La Conférence s'est aussi occupée de la nécessité d'instaurer une politique forestière saine en Europe et a voté la suivante série de recommandations dans ce but:

1. réalisation des conditions adéquates de logement et de vie en Europe;

2. reconstruction et amélioration des ressources forestières de l'Europe; augmentation substantielle de leur rendement;

3. une plus complète utilisation des coupes annuelles;

4. utilisation des ressources forestières non encore exploitées dans le but de compléter l'approvisionnement inadéquat en bois fourni par les forêts européennes actuellement exploitables.

La Conférence a décidé de donner tout son appui à la proposition de la FAO d'organiser des conférences sur les forêts et les produits forestiers dans d'autres parties du monde afin de faciliter la réalisation de semblables objectifs.

Moyens pratiques d'assurer une coopération internationale

La coopération internationale en ce qui concerne les problèmes du bois en Europe, ne représente pas une nouveauté. Avant la guerre, le Comité international du Bois (CIB) et le Comité des Exportateurs de bois européens (ETEC) ont essayé de stabiliser le marché du bois européen au moyen d'accords sur les contingentements et d'autres conventions conclus surtout entre les principaux pays exportateurs. Depuis 1945 le Sous-Comité du Bois du Comité économique provisoire pour l'Europe (EECE) avait cherché à porter à bonne fin des négociations sur la répartition du bois disponible entre les principaux pays importateurs de bois.

Toutefois, la plupart de ces arrangements avaient un but trop délimité et le nombre de leurs participants était trop restreint pour qu'ils aient pu avoir des résultats de grande portée. Les délégués à la Conférence de Marianské-Lazné s'étaient bien rendus compte qu'il était nécessaire de chercher la solution du problème sur une plus vaste échelle pour pouvoir résoudre la crise actuelle et déblayer la voie à une solution définitive satisfaisante. En particulier, ils reconnurent comme extrêmement importante la nécessité de considérer la production, la distribution et l'utilisation du bois comme un tout inséparable et ils reconnurent aussi l'importance d'une coordination appropriée de la politique forestière à long et à court terme.

Tandis que l'application des mesures techniques et économiques recommandées par la Conférence de Marianské-Lazné est du ressort des gouvernements particuliers, elle a besoin aussi de l'aide et de l'assistance continuelle de plusieurs organisations internationales et tout particulièrement de celles de la Commission économique pour l'Europe (ECE) et de l'Organisation des Nations Unies pour l'alimentation et l'Agriculture (FAO).

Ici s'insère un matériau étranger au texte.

/**
 * Frames and opens the database would refuse for what they hold, over the real socket to the real app: each is
 * quarantined (or refused as invalid_open) with its reason, and the run goes on. None of them may close the
 * connection with 1011 "storage unavailable": that code tells a rig to retry, and retrying these never ends.
 */
import { Packr } from 'msgpackr';
import postgres from 'postgres';
import { afterEach, beforeAll, describe, expect, inject, it } from 'vitest';
import WebSocket from 'ws';
import { unpack } from '$lib/msgpack';
import { toMsgpack } from '$lib/protocol/codec';
import { sqlClient } from '$server/db';
import { refusedForContent } from '$server/ingest/refused';
import { PostgresIngestStore } from '$server/ingest/store';
import { makeRigWithKey } from '../support/rigs';

let wsUrl: string;
const packr = new Packr({ useRecords: false });
const run = { name: 'poison drive', state_fields: ['x', 'y'], measurement_fields: ['x', 'y'] };
const t0 = 1_790_000_500;

beforeAll(() => {
	wsUrl = inject('appUrl').replace('http', 'ws') + '/ingest/v1';
});

type Reply = Record<string, unknown>;

/** A rig's socket that keeps every reply, MessagePack or JSON, and how it closed. */
class Rig {
	ws: WebSocket;
	inbox: Reply[] = [];
	closed: { code: number; reason: string } | null = null;

	constructor(secret: string) {
		this.ws = new WebSocket(wsUrl, { headers: { authorization: `Bearer ${secret}` } });
		this.ws.on('message', (d, binary) => {
			const buf = d as Buffer;
			this.inbox.push((binary ? unpack(buf) : JSON.parse(buf.toString())) as Reply);
		});
		this.ws.on('close', (code, reason) => (this.closed = { code, reason: reason.toString() }));
	}

	async ready(): Promise<void> {
		if (this.ws.readyState !== WebSocket.OPEN) await new Promise((r) => this.ws.once('open', r));
	}

	send(msg: Record<string, unknown>, encoding: 'json' | 'msgpack'): void {
		this.ws.send(encoding === 'json' ? JSON.stringify(msg) : packr.pack(msg));
	}

	async next(what: string, pred: (m: Reply) => boolean): Promise<Reply> {
		for (let i = 0; i < 400; i++) {
			const m = this.inbox.find(pred);
			if (m) return m;
			if (this.closed) break;
			await new Promise((r) => setTimeout(r, 25));
		}
		throw new Error(
			`no ${what}; closed ${JSON.stringify(this.closed)}; got ${JSON.stringify(this.inbox)}`
		);
	}
}
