//! The transient front end: a step transient to a distribution of time
//! constants, by the same regularised, non-negative inversion as for
//! spectra, on time-domain kernels.
//!
//! # Models
//! With `y = ln tau` and `t > 0` the time since the step:
//!
//! - **Current step** of amplitude `I` (galvanostatic):
//!   $$ v(t) - v(0^-) = I \Bigl[R_\infty + \int \gamma(y)\,(1 - e^{-t/\tau})\,dy \;\bigl(+\, t / C\bigr)\Bigr] $$
//!   `gamma` in ohm is the impedance DRT of the same system: a Voigt element
//!   R || C has impedance R/(1 + j w tau) and step response R (1 - e^{-t/tau})
//!   (Laplace transform of the impedance times I/s; textbook first-order
//!   network). The optional `t/C` is a blocking series capacitance.
//! - **Relaxation** after a long constant current `I` is interrupted at t = 0:
//!   $$ v(t) = v_\infty + I \int \gamma(y)\, e^{-t/\tau}\,dy $$
//!   with the final value `v_inf` an unknown of the fit. When the pre-step
//!   voltage `v(0-)` is known, the series resistance follows from the
//!   instantaneous jump: `R_inf = (v(0-) - v_inf)/I - R_pol`.
//! - **Voltage step** of amplitude `U` (potentiostatic):
//!   $$ i(t) - i(0^-) = U \Bigl[G_\infty + \int g(y)\, e^{-t/\tau}\,dy\Bigr] $$
//!   with `g >= 0` in siemens: the distribution of the admittance, not the
//!   impedance DRT. The admittance of a network of resistors and capacitors
//!   has non-negative residues in its partial-fraction (Foster) form
//!   (E. A. Guillemin (1957), *Synthesis of Passive Networks*, Wiley, ch. 4;
//!   recalled from memory), so its step current is a non-negative mixture of
//!   decaying exponentials. A series R-C gives `i = (U/R) e^{-t/(RC)}`: one
//!   line of weight 1/R at tau = RC.
//!
//! The baseline `v(0-)` (or `i(0-)`) comes from the samples at t < 0, or is
//! given; without either the values are taken as changes from the pre-step
//! state. From post-step samples alone the series resistance and the
//! baseline cannot both be found: both add a constant to every sample.
//!
//! # Discretisation
//! The distribution is expanded on the same basis as for spectra, the kernel
//! columns are those of [`crate::kernel::step`] evaluated at the binned
//! times of [`crate::pipeline::binning`], each row is weighted by the square
//! root of its sample count (normalised to a mean weight of 1), and the
//! unknowns are scaled by the largest response `max |y|` so that `lambda` is
//! dimensionless and comparable with the spectrum case. The tau grid spans
//! the first bin's time to the last, extended as for spectra.
//!
//! # Example
//! ```
//! use taumap::pipeline::binning::{BinOptions, BinnedTransient};
//! use taumap::pipeline::{StepKind, TransientParams, invert_transient};
//!
//! // 2 ohm + Voigt(10 ohm, 1 ms) under a 0.1 A step, 10 us sampling for 50 ms.
//! let t: Vec<f64> = (1..=5000).map(|k| k as f64 * 1e-5).collect();
//! let v: Vec<f64> = t.iter().map(|t| 0.1 * (2.0 + 10.0 * (1.0 - (-t / 1e-3).exp()))).collect();
//! let record = BinnedTransient::from_samples(&t, &v, &BinOptions::default())?;
//! let inv = invert_transient(&record, &TransientParams::new(StepKind::CurrentStep { current_a: 0.1 }))?;
//! assert_eq!(inv.drt.peaks.len(), 1);
//! assert!((inv.drt.peaks[0].tau_s.log10() + 3.0).abs() < 0.05);
//! assert!((inv.drt.total - 10.0).abs() < 0.1);
//! assert!((inv.drt.series.instantaneous.unwrap() - 2.0).abs() < 0.05);
//! # Ok::<(), taumap::Error>(())
//! ```

use super::binning::{BinnedTransient, MIN_BINS};
use super::options::DrtOptions;
use super::plan::{EdgeHints, Plan};
use super::result::{DistributionUnit, Inversion, SeriesTerms, WarmStart};
use crate::io::transient::Quantity;
use crate::kernel::{Basis, StepShape, step::step_kernel_dense};
use crate::solve::Tikhonov;
use crate::{Error, Result};

/// The kind of step and its amplitude.
#[derive(Clone, Copy, Debug, PartialEq, serde::Serialize)]
#[serde(rename_all = "snake_case", tag = "kind")]
pub enum StepKind {
    /// Current step of `current_a` at t = 0; the voltage is measured.
    CurrentStep {
        /// Step amplitude (A); negative for a discharge step.
        current_a: f64,
    },
    /// A constant `current_a` flowed until t = 0, then was interrupted; the
    /// voltage is measured.
    Relaxation {
        /// The current before the interruption (A).
        current_a: f64,
    },
    /// Voltage step of `voltage_v` at t = 0; the current is measured.
    VoltageStep {
        /// Step amplitude (V).
        voltage_v: f64,
    },
}

impl StepKind {
    /// The step amplitude (A or V).
    pub fn amplitude(self) -> f64 {
        match self {
            StepKind::CurrentStep { current_a } | StepKind::Relaxation { current_a } => current_a,
            StepKind::VoltageStep { voltage_v } => voltage_v,
        }
    }

    /// The quantity the record holds: voltage for current steps and
    /// relaxations, current for voltage steps.
    pub fn quantity(self) -> Quantity {
        match self {
            StepKind::VoltageStep { .. } => Quantity::Current,
            _ => Quantity::Voltage,
        }
    }

    /// The unit of the distribution this step yields.
    pub fn unit(self) -> DistributionUnit {
        match self {
            StepKind::VoltageStep { .. } => DistributionUnit::Siemens,
            _ => DistributionUnit::Ohm,
        }
    }

    fn shape(self) -> StepShape {
        match self {
            StepKind::CurrentStep { .. } => StepShape::Rise,
            _ => StepShape::Decay,
        }
    }
}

Les moyens par lesquels ces organisations pourraient continuer le travail de la Conférence, ainsi que la portée de l'assistance qui pourrait leur être demandée, sont encore matière à discussion. Au cours de la prochaine Conférence annuelle de la FAO des efforts seront faits certainement pour coordonner les différentes idées mises à la base des suggestions concernant son activité future dans ce sens. La Conférence devra aussi coordonner les mesures prévues afin d'éliminer tout double emploi dans les efforts et d'assurer l'unification des tendances divergentes qui se sont déjà partiellement manifestées.

Prévisions pour l'avenir

La Conférence de Marianské-Lazné a donc pu conclure des accords de longue durée sur une série de mesures permettant d'éliminer jusqu'à un certain point la différence entre l'offre et la demande en 1948 et 1949. Le répit ainsi obtenu pourra être utilisé pour l'élaboration des mesures à longue échéance de caractère plus précis. La Conférence a aussi constaté que les ressources forestières exploitées à présent ne pourront pas dans l'avenir satisfaire les besoins toujours croissants de l'univers et que, par conséquent, de nouvelles sources encore inexploitées d'approvisionnement devraient être aménagées et leur exploitation systématique assurée. Le nord du Canada, l'Alaska, l'Amérique du Sud, l'Afrique, certains territoires de l'Asie du sud-est et l'U.R.S.S. représentent de semblables sources d'approvisionnement éventuel.

La Conférence a aussi mis en évidence que la production, la consommation et la distribution du bois ne sont que les aspects complémentaires d'un même problème. Par conséquent, la politique économique forestière et les industries du bois doivent être coordonnées beaucoup plus et beaucoup mieux qu'elles ne l'ont été jusqu'à présent. C'est l'idée fondamentale que la FAO a adoptée et qu'elle tâche de propager parmi les milieux intéressés. Une politique à long terme doit être élaborée en tenant compte des problèmes à brève échéance; ces derniers doivent, à leur tour, être résolus sans perdre de vue les exigences d'une politique à long terme.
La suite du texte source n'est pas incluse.